Iberpac (or Red UNO) was the Spanish packet switched X.25 public data network. It was operated by Telefónica España, the incumbent Spanish telecommunications operator. Iberpac lents its name to Iberpac Plus and Iberpac Básico, the latest X.25 services in Spain.

==History==

===Red Especial de Transmisión de Datos===
Iberpac evolved from the Spanish Red Especial de Transmisión de Datos (RETD), the world's first public data network. Created in 1971, RETD was based on general-purpose Univac 418 III computers. The original Red Secundaria de Alto Nivel (RSAN) protocols for RETD were custom-developed by Telefónica (then CTNE) under ARPANET design principles.

===Project TESYS===
By 1978, project TESYS (Telefónica, SECOINSA, SITRE) started the development of specific-purpose switching nodes. Some of the design principles of TESYS nodes were advanced for their time (multithreading, token passing protocols). In contrast, the large user base with terminals based on legacy RSAN protocols slowed the adoption of X.25, TESYS product development and support were targeted to CTNE only (thus precluding the spread of TESYS to international markets) and data lines in Spain became slow for their time (only 2% lines above 1200 bit/s in Spain in 1982, compare 89% in West Germany).

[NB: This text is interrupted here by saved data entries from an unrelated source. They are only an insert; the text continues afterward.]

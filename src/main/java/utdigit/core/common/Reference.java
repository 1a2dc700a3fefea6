package utdigit.core.common;

import java.util.Objects;

/**
 * Where a formula or a value of an answer comes from.
 *
 * @param topic what the reference is for (e.g. "near field length")
 * @param source the published text, standard clause or library, or "common practice, no published
 *     source", or a model of ours marked "(derived)"
 */
public record Reference(String topic, String source) {
    public Reference {
        Objects.requireNonNull(topic, "topic");
        Objects.requireNonNull(source, "source");
    }

    public static Reference of(String topic, String source) {
        return new Reference(topic, source);
    }
}
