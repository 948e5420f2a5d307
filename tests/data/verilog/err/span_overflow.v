// Found by fuzzing: a part-select whose bounds differ by 2^64 - 1 overflowed the width
// computation of an earlier fix (a panic in checked builds).
module m(input [3:0] d, output y);
  assign y = |d[9223372036854775807:-9223372036854775808];
endmodule
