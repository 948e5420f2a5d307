module m(input a, output [1:0] y);
  wire w;
  assign y[0] = a & w;
endmodule
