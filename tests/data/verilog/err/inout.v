module m(input a, inout b, output y);
  assign y = a;
endmodule
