/// Text form: supports that differ, then both route tables compressed with every differing
/// select value marked with `!`.
pub fn diagnosis_text(d: &Diagnosis) -> String {
    let mut s = String::new();
    if d.partial {
        s += "\ndiagnosis   partial: a limit cut it (its time share, --diagnosis-time, the run's --timeout, or its work bounds on wide cones); undecided entries make no claim\n";
    }
    let differ: Vec<&SupportComparison> = d.supports.iter().filter(|c| c.differs()).collect();
    if !d.supports.is_empty() {
        let open: usize = d.supports.iter().map(|c| c.undecided.len()).sum();
        if differ.is_empty() && open == 0 {
            s += &format!(
                "\nsupports of the differing outputs: the same inputs on both sides ({} pair{} compared)\n",
                d.supports.len(),
                if d.supports.len() == 1 { "" } else { "s" }
            );
        } else if differ.is_empty() {
            s += &format!(
                "\nsupports of the differing outputs: no difference among the inputs decided; {open} input{} undecided (a limit stopped them; no claim)\n",
                if open == 1 { "" } else { "s" }
            );
        } else {
            s += "\nsupports that differ (exact, decided by simulation and SAT)\n";
            for c in differ {
                let label =
                    crate::engine::pair_runs::pair_label(&c.reference_output, &c.candidate_output);
                s += &format!("  {label}\n");
                if !c.only_reference.is_empty() {
                    s += &format!(
                        "    read by the reference only: {}\n",
                        c.only_reference.join(", ")
                    );
                }
                if !c.only_candidate.is_empty() {
                    s += &format!(
                        "    read by the candidate only: {}\n",
                        c.only_candidate.join(", ")
                    );
                }
            }
        }
    }
    let Some(select) = &d.select else { return s };
    s += &format!(
        "\nroute tables over `{select}` for the differing outputs (each route proved by constant folding or SAT)\n"
    );
    let mut at = 0;
    while at < d.routes.len() {
        let t = &d.routes[at];
        let alike = alike_run(&d.routes[at..]);
        at += alike;
        let label = crate::engine::pair_runs::pair_label(&t.reference, &t.candidate);
        if alike == 1 {
            s += &format!("  {label}\n");
        } else {
            let last = &d.routes[at - 1];
            let span = |first: &str, last: &str| {
                let (bus, a) = crate::design::split_bit(first);
                let b = crate::design::split_bit(last).1;
                format!("{bus}[{}..{}]", a.unwrap_or(0), b.unwrap_or(0))
            };
            let group = crate::engine::pair_runs::pair_label(
                &span(&t.reference, &last.reference),
                &span(&t.candidate, &last.candidate),
            );
            s += &format!(
                "  {group} ({alike} bits with the same routes, each input index shifted by the bit's offset; shown for {label})\n"
            );
        }
        let rr = routes::render(select, &routes::compress(&t.reference_routes));
        let cr = routes::render(select, &routes::compress(&t.candidate_routes));
        s += &format!("    reference  {}\n", rr.join("; "));
        s += &format!("    candidate  {}\n", cr.join("; "));
        for &v in &t.differing_values {
            s += &format!(
                "    {select} {v}: reference {}, candidate {}  !\n",
                t.reference_routes[v].text(),
                t.candidate_routes[v].text()
            );
        }
        if !t.undecided_values.is_empty() {
            s += &format!(
                "    undecided at {} select value{} (a limit stopped a route proof; no claim): {select} {}\n",
                t.undecided_values.len(),
                if t.undecided_values.len() == 1 { "" } else { "s" },
                value_runs(&t.undecided_values, 8)
            );
        }
    }
    s
}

===Iberpac and Red UNO X.25===
Renamed as IBERPAC, the network evolved to X.25 in the 1980s, and it was renamed again as 'Red UNO' in the 1990s. Bank branches and financial services conformed the main user base. IBERPAC enabled new videotex and teletext services, although the adoption lagged far behind the popularity of similar services in other countries, such as the French Minitel. Services based on legacy RSAN protocols were definitely scrapped in 1996.

==Use==
Until December 31, 2015, Red UNO supported two legacy X.25 services: flat-rate Iberpac Plus and pay-per-use Iberpac Básico. Iberpac services were targeted to corporate customers with specific reliability demands.